Database Outage
Incident Report for

Today we had an unexpected performance outage of our main production database that runs the envisage platform, this caused all our services to go down including the web interface and API.

The issue was traced to a database query taking up to 90s to complete. On investigation, this query previously was taking less than 75ms to complete on average.

We initially deployed some changes to the code to exclude this query from execution while we investigated the issue, unfortunately, other queries started taking 30+ seconds to execute and caused the web application to become unresponsive and start timing out.

Due to this, we took all web servers off line while we further investigated.

One thing that immediately jumped out at us was that the production database was doing a parallel index scan, while running the query on our laptops on a copy of the production data was using a sequential table scan. We thought this might be because the production database was still running on Magnetic disk instead of SSD storage. This could have been causing the query planner to incrorrectly predict the cost a sequential table scan to be higher than an index scan.

We took a backup and upgraded the production DB to SSD storage, unfortunately this did not solve the problem with the query speed improving due to it now having SSD storage, but still taking 80+s to perofrm, completely unacceptable.

After further investigation we found was that if we disabled parralell index scan workers in the system temporarily through setting SET max_parallel_workers_per_gather = 0; the query speed improved from 80s to less than 75ms.

This was the breakthrough that opened the door to a handling.

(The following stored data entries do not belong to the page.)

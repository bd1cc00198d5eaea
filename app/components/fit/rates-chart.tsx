// The contribution of each reaction to d[X]/dt at one time, ranked by size: bars to the right
// produce the species, bars to the left consume it. Computed in the page from the run's
// concentrations (app/chem/fit/rates-of-production.ts), so moving the time slider costs no request.
import { useMemo } from "react";
import { ratesOfProduction } from "~/chem/fit/rates-of-production";
import type { SensitivityResult } from "~/chem/fit/types";
import type { Mechanism, Network } from "~/chem/model";
import { readableNumberText } from "~/chem/numbers";
import { divergingColour } from "./colour-scale";

/** Bars shown; the rest are summed into one line, so a 60-step mechanism stays readable. */
const SHOWN = 12;

interface Props {
  /** The text the run used, parsed, and its network. */
  model: { mechanism: Mechanism; network: Network };
  result: SensitivityResult;
  species: string;
  index: number;
}

export function RatesOfProductionChart({ model, result, species, index }: Props) {
  const rates = useMemo(() => {
    try {
      return ratesOfProduction(model.mechanism, model.network, { t: result.t, series: result.series }, species, result.t[index]);
    } catch {
      return null;
    }
  }, [model, result, species, index]);
  if (!rates || rates.contributions.length === 0) return <p className="mt-2 text-sm text-muted">No reaction changes {species}.</p>;
  const shown = rates.contributions.slice(0, SHOWN);
  const rest = rates.contributions.slice(SHOWN).reduce((sum, each) => sum + each.contribution, 0);
  const largest = Math.max(...shown.map((each) => Math.abs(each.contribution)), 1e-300);
  return (
    <div className="mt-2" data-testid="rates-of-production">
      <ul className="space-y-0.5 text-xs">
        {shown.map((each) => {
          const share = Math.abs(each.contribution) / largest;
          const producing = each.contribution >= 0;
          return (
            <li key={each.reaction} className="grid grid-cols-[minmax(0,14rem)_1fr_1fr_6rem] items-center gap-2">
              <span className="truncate font-mono" title={`${each.steps.join(", ")}: ${each.reaction}`}>{each.steps.join(", ")} · {each.reaction}</span>
              <span className="flex justify-end">{!producing && <span className="h-3 rounded-l" style={{ width: `${share * 100}%`, background: divergingColour(-0.9) }} />}</span>
              <span className="flex">{producing && <span className="h-3 rounded-r" style={{ width: `${share * 100}%`, background: divergingColour(0.9) }} />}</span>
              <span className="text-right tabular-nums">{readableNumberText(each.contribution, 3)}</span>
            </li>
          );
        })}
      </ul>
      <p className="mt-1 text-xs text-muted">
        d[{species}]/dt = {readableNumberText(rates.total, 3)}
        {rates.contributions.length > SHOWN && ` · ${rates.contributions.length - SHOWN} smaller contributions sum to ${readableNumberText(rest, 3)}`}. Left: consumes, right: produces.
      </p>
    </div>
  );
}
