// One diverging scale for the Fit panel's coloured cells (correlations, sensitivities): teal for
// negative, copper for positive, the canvas for zero, so a reader sees sign and strength at once.
// The two ends are the first two hues of the chart palette (dynamics/palette.ts).
const negative = [0x0f, 0x8a, 0x8c];
const positive = [0xc4, 0x62, 0x2d];

/** The cell's colour for a value in [-1, 1] (clamped), as rgba over the page's own canvas. */
export function divergingColour(value: number): string {
  if (!Number.isFinite(value)) return "transparent";
  const strength = Math.min(1, Math.abs(value));
  const [r, g, b] = value < 0 ? negative : positive;
  return `rgba(${r}, ${g}, ${b}, ${(0.08 + 0.82 * strength).toFixed(3)})`;
}

/** Text on a strong cell is light, on a pale one dark. */
export function cellInk(value: number): string {
  return Math.abs(value) > 0.55 ? "#ffffff" : "inherit";
}
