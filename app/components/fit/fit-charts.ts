// The Fit panel's pictures as ChartPictures for chart-svg.ts (the same axes, ticks, palette and
// legend as the Dynamics charts): residuals of one species over time, one marker series per data
// set, and the normalized sensitivities of one species over time, one line per parameter.
import type { ExperimentResiduals, SensitivityResult } from "~/chem/fit/types";
import { linearRange } from "~/components/dynamics/chart-scales";
import type { ChartPicture } from "~/components/dynamics/chart-svg";
import { seriesLook } from "~/components/dynamics/palette";

export const CHART_SIZE = { width: 560, height: 240 };

/** Species that have residuals in any data set, in order of first appearance. */
export function residualSpecies(residuals: readonly ExperimentResiduals[]): string[] {
  return [...new Set(residuals.flatMap((experiment) => Object.keys(experiment.species)))];
}

/** Residuals of `species`: the data sets' times merged on one axis, each data set its own markers. */
export function residualPicture(residuals: readonly ExperimentResiduals[], species: string, weighted: boolean): ChartPicture {
  const times = [...new Set(residuals.flatMap((experiment) => (experiment.species[species] ?? []).map((point) => point.t)))].sort((a, b) => a - b);
  const column = new Map(times.map((t, index) => [t, index]));
  const series = residuals.map((experiment, index) => {
    const values = new Array<number | null>(times.length).fill(null);
    for (const point of experiment.species[species] ?? []) values[column.get(point.t)!] = point.residual;
    return { name: experiment.experiment, values, markers: true, ...seriesLook(index) };
  });
  const all = series.flatMap((each) => each.values.filter((value): value is number => value !== null));
  const bound = Math.max(...all.map(Math.abs), 1e-300);
  return {
    ...CHART_SIZE,
    x: { ...linearRange(Math.min(...times, 0), Math.max(...times, 1)), log: false, label: "time", values: times },
    y: { ...linearRange(-bound, bound), log: false, label: weighted ? `residual of ${species} / sd` : `residual of ${species}` },
    series,
  };
}

/** ∂ln x/∂ln p of one species over time, one line per parameter. */
export function sensitivityPicture(result: SensitivityResult, species: string): ChartPicture {
  const rows = result.normalized[species] ?? {};
  const series = result.parameters.map((parameter, index) => ({ name: parameter, values: rows[parameter] ?? [], ...seriesLook(index) }));
  const all = series.flatMap((each) => each.values.filter((value): value is number => value !== null && Number.isFinite(value)));
  const bound = Math.max(...all.map(Math.abs), 1e-3);
  return {
    ...CHART_SIZE,
    x: { ...linearRange(0, result.t[result.t.length - 1] ?? 1), log: false, label: "time", values: result.t },
    y: { ...linearRange(-bound, bound), log: false, label: `∂ln [${species}] / ∂ln p` },
    series,
  };
}

/** For the heat map: the signed value of largest magnitude of each species × parameter over the run. */
export function peakSensitivities(result: SensitivityResult): Record<string, Record<string, number | null>> {
  return Object.fromEntries(
    Object.entries(result.normalized).map(([species, byParameter]) => [
      species,
      Object.fromEntries(
        result.parameters.map((parameter) => {
          let peak: number | null = null;
          for (const value of byParameter[parameter] ?? []) if (value !== null && Number.isFinite(value) && (peak === null || Math.abs(value) > Math.abs(peak))) peak = value;
          return [parameter, peak];
        }),
      ),
    ]),
  );
}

We saw that our existing database was running on PostgreSQL version 10 which introduced parallel workers and that in the version 11 release notes of PostgreSQL it was mentioned that there were improvements in the query planner with regards to using parallel workers. As the site was down, we investigated upgrading the PostgreSQL version to version 11.

We had already been running our staging environments on version 11 for some months and were confident of the upgrade working as planned, so we opted to bring this forward and upgrade the database.

Once the database was upgraded to version 11, the query went back to taking 75ms on average to run. At this point we enabled the web, API and background workers for envisage and tested and found service to be restored.

We apoligise for the outage, however from what we can tell we hit some arbitrary query planning limit on the table size that caused it. We will investigate further to see how this sort of outage can be prevented in the future and have upgraded the instance power and IOPS allocation of our database server in the mean time.

Posted Mar 14, 2020 - 03:13 EDT

Confirmed database is now performing per expectation. All systems operational.
Posted Mar 14, 2020 - 02:02 EDT
We have deployed the update the database server and all seems to be working now, will monitor further.
Posted Mar 14, 2020 - 01:39 EDT
We have finished the upgrade on the database instance, have found a further reason behind performance due to parallel_workers in database query planner. Upgrading from v10 to v11 of PostgreSQL to take advantage of parallel query performance improvements.
Posted Mar 14, 2020 - 01:06 EDT
Issue has returned, we have taken the servers offline to perform an upgrade on our database server. No loss of data has occurred.
Posted Mar 13, 2020 - 18:30 EDT
We have pushed an optimisation fix to production, service restored, performance degraded and we are monitoring.
Posted Mar 13, 2020 - 16:30 EDT
We have identified the problem, and working to upgrade the database instance to fix the issue.
Posted Mar 13, 2020 - 15:30 EDT
We are experiencing an issue with our database server having exceptionally long query times.
Posted Mar 13, 2020 - 14:30 EDT
This incident affected: API, Background Workers, Web Site, and Database.